Czwartek, 28 marca 2024 r.
Imieniny obchodzą: Aniela, Sykstus, Joanna
 
Roczniki:  2001200220032004200520062007200820092010
201120122013201420152016201720182019
Numery:    
()   -  
Kryzys nas dosięgnie
Rozmowa ze Stanisławem Kogutem, senatorem RP



1 stycznia 2009 roku Spółka „PKP Przewozy Regionalne” stała się własnością samorządów wojewódzkich. Niektórzy uważają, że to kolejny sukces kolei. Jak Ty to oceniasz?

Ja uważam, że jest to ogromna porażka kolei i mówienie o sukcesie w tym przypadku jest co najmniej nieporozumieniem. Nie ukrywam, że mam ogromny żal o to do przywódców PKP. Byłem 28 listopada w Sali Kongresowej na gali Święta Kolejarza i słyszałem, jak prezes PKP SA Andrzej Wach z ogromnym entuzjazmem mówił, iż koleje regionalne będą przejęte przez Sejmiki Wojewódzkie, że pozostała jeszcze do zrobienia prywatyzacja Cargo i Intercity. Ja słuchałem tego z ogromnym bólem, bo dla mnie Święta Katarzyna i Rafał Kalinowski to byli ludzie, którzy mieli pewne zasady, za które Święta Katarzyna poniosła męczeńską śmierć, i to oni winni być dla nas przykładem.

Samorządy faktycznie nie mają pieniędzy, których nie ma też zapisanych w budżecie, a przecież na koleje regionalne potrzeba jeszcze dwa miliardy złotych, a dodatkowo pod dywanem było schowane zadłużenie PR w wysokości 1,2 miliarda złotych.
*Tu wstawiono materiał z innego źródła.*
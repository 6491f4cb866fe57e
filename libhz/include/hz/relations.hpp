// Published relations of stars and planets, read from catalogs/relations (embedded at build time).
#pragma once
#include <optional>

#include "hz/measured.hpp"

namespace hz {

/// Decadic logarithm of a planet's mass, from its radius, with 68 per cent half-widths.
///
/// Units     planet_radius in Earth radii, above 0, not a limit; the result in dex of Earth masses.
/// Validity  invertible below 14.31 Earth radii (131.58 Earth masses); larger planets are given 131.58 Earth masses,
///           the least their size says.
/// Error     the relation's scatter (4.03 or 14.6 per cent of the radius) and the radius's own half-widths, in
///           quadrature.
/// Source    Chen & Kipping 2017, ApJ 834, 17, doi:10.3847/1538-4357/834/1/17, inverted.
[[nodiscard]] Measured log_mass_from_radius(const Measured& planet_radius);

/// Decadic logarithm of a planet's radius, from its mass, with 68 per cent half-widths.
///
/// Units     planet_mass in Earth masses, above 0, not a limit; the result in dex of Earth radii.
/// Validity  all planets, brown dwarfs (131.58-26636 Earth masses, where the radius falls slowly) and low-mass stars.
/// Error     the relation's scatter (4.03, 14.6, 7.37 or 4.43 per cent of the radius) and the mass's own half-widths,
///           carried through the relation, in quadrature.
/// Source    Chen & Kipping 2017, ApJ 834, 17, doi:10.3847/1538-4357/834/1/17.
[[nodiscard]] Measured log_radius_from_mass(const Measured& planet_mass);

/// Radius of a main-sequence star of this Teff, linear between the table's rows; empty outside them (2270-45900 K).
///
/// Units     teff in K; the result in nominal solar radii.
/// Error     the scatter of relation("radius_teff_pm13"): the width of the main sequence, 7 to 20 per cent.
/// Source    Pecaut & Mamajek 2013, ApJS 208, 9, doi:10.1088/0067-0049/208/1/9, as updated, version 2024.05.15.
[[nodiscard]] std::optional<double> main_sequence_radius(double teff);

}  // namespace hz
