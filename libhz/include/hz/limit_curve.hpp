// A limit at one planet mass: what a hot loop evaluates.
#pragma once
#include <algorithm>
#include <array>
#include <cmath>
#include <limits>

namespace hz {

/// A closed interval.
struct Range {
  double low = 0;
  double high = 0;
  [[nodiscard]] bool contains(double x) const { return low <= x && x <= high; }
};

/// Insolation at a limit as a function of Teff alone. Every published form is a polynomial p of t = teff -
/// teff_reference: S = p(t), or S = 1/p(t)^2 where the source fits the distance at 1 solar luminosity.
struct LimitCurve {
  std::array<double, 5> coefficients{};  // of t^0 ... t^4
  double teff_reference = 0;
  bool in_distance = false;
  Range teff_range{-std::numeric_limits<double>::infinity(), std::numeric_limits<double>::infinity()};

  /// In solar constants; teff (K, not NaN) is clamped to teff_range. No allocation, no logarithm.
  ///
  /// A distance fit below zero gives a negative S and not a plausible positive one, so that checking a set can see it.
  [[nodiscard]] double operator()(double teff) const {
    const double t = std::clamp(teff, teff_range.low, teff_range.high) - teff_reference;
    const auto& c = coefficients;
    const double p = c[0] + t * (c[1] + t * (c[2] + t * (c[3] + t * c[4])));
    return in_distance ? 1.0 / (p * std::abs(p)) : p;
  }
};

}  // namespace hz
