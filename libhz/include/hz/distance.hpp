// Distance from a parallax that is not much larger than its error.
#pragma once
#include "hz/measured.hpp"

namespace hz {

/// Below this relative error a parallax is simply inverted: its distribution in 1/d is its own.
inline constexpr double simple_parallax_error = 0.1;
/// Scale length of the exponentially decreasing space density, pc.
inline constexpr double default_length_scale = 1350;

/// Decadic logarithm of the distance in pc: median with its 16 and 84 per cent points under the exponentially
/// decreasing space density prior, p(r) ~ r^2 exp(-r / length_scale) N(parallax; 1000 / r, half_width).
///
/// Where a parallax of about 3 to 8 half-widths leaves two peaks, one near 1000 / parallax and one near
/// 2 length_scale, the nearer alone counts, up to the trough behind it: the farther one holds the stars of the prior,
/// which the parallax itself excludes. (Section 7 of the source says so of the mode; from memory.)
///
/// Units     parallax and half_width in mas, length_scale in pc; the result in dex of pc.
/// Validity  half_width and length_scale above 0, parallax finite, of any sign. Magnitudes beyond 1e12 and below
///           1e-12, and half-widths below 1e-10 of the parallax, are held there.
/// Error     quantiles to 1e-6 dex. For parallaxes of -3 to 10 half-widths, a two-piece normal in dex through the three
///           points (half the weight each side) misses the posterior's distribution function by at most 0.012 where
///           half_width * length_scale <= 100 mas pc, 0.02 up to 300, 0.044 up to 1000, and 0.13 beyond.
/// Source    Bailer-Jones 2015, PASP 127, 994, doi:10.1086/683116.
[[nodiscard]] Measured log_distance_posterior(double parallax, double half_width, double length_scale);

}  // namespace hz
Na moje pytanie, gdzie są te pieniądze na rok 2009, bo w budżecie ich nie ma, Konwent Samorządów odpowiedział, że pieniądze się znajdą.

Ja uważam, że przekazanie PKP PR samorządom, jest ogromną porażką kolei, ogromną porażką kolejarzy, także związków zawodowych, bo uważam, że żadne okrągłe stoły nie powinne wpływać na dzielenie kolejarzy. Wszyscy się szczycimy Janem Pawłem II, który w roku 1987 w Lublinie mówił: Kolejarze nie dajcie się podzielić, bądźcie zjednoczeni, a jednocześnie słyszę, że dzieli się siedziby zakładów zgodnie z różnymi układami i interesami. Nad tym ogromnie boleję.

Powiem wprost: „Przewozy Regionalne” sprzedano za stołki, to nie tylko dla mnie jest oczywiste. Wystarczy porozmawiać z ludźmi, i posłuchać, co oni mówią na ten temat.



Nie jest żadną tajemnica, że kryzys dotarł już na kolej. Najbardziej odczuwa to spółka „PKP CARGO”, która zmniejsza przewozy, a przez to jej sytuacja finansowa jest zła. Niemieckie Cargo wozi ładunki nie tylko pociągami, ale również tirami, realizując praktycznie hasło: „dostawa ładunku pod drzwi klienta”. Co Twoim zdaniem stoi na przeszkodzie, aby i u nas zaczęto wdrażać tego typu rozwiązania?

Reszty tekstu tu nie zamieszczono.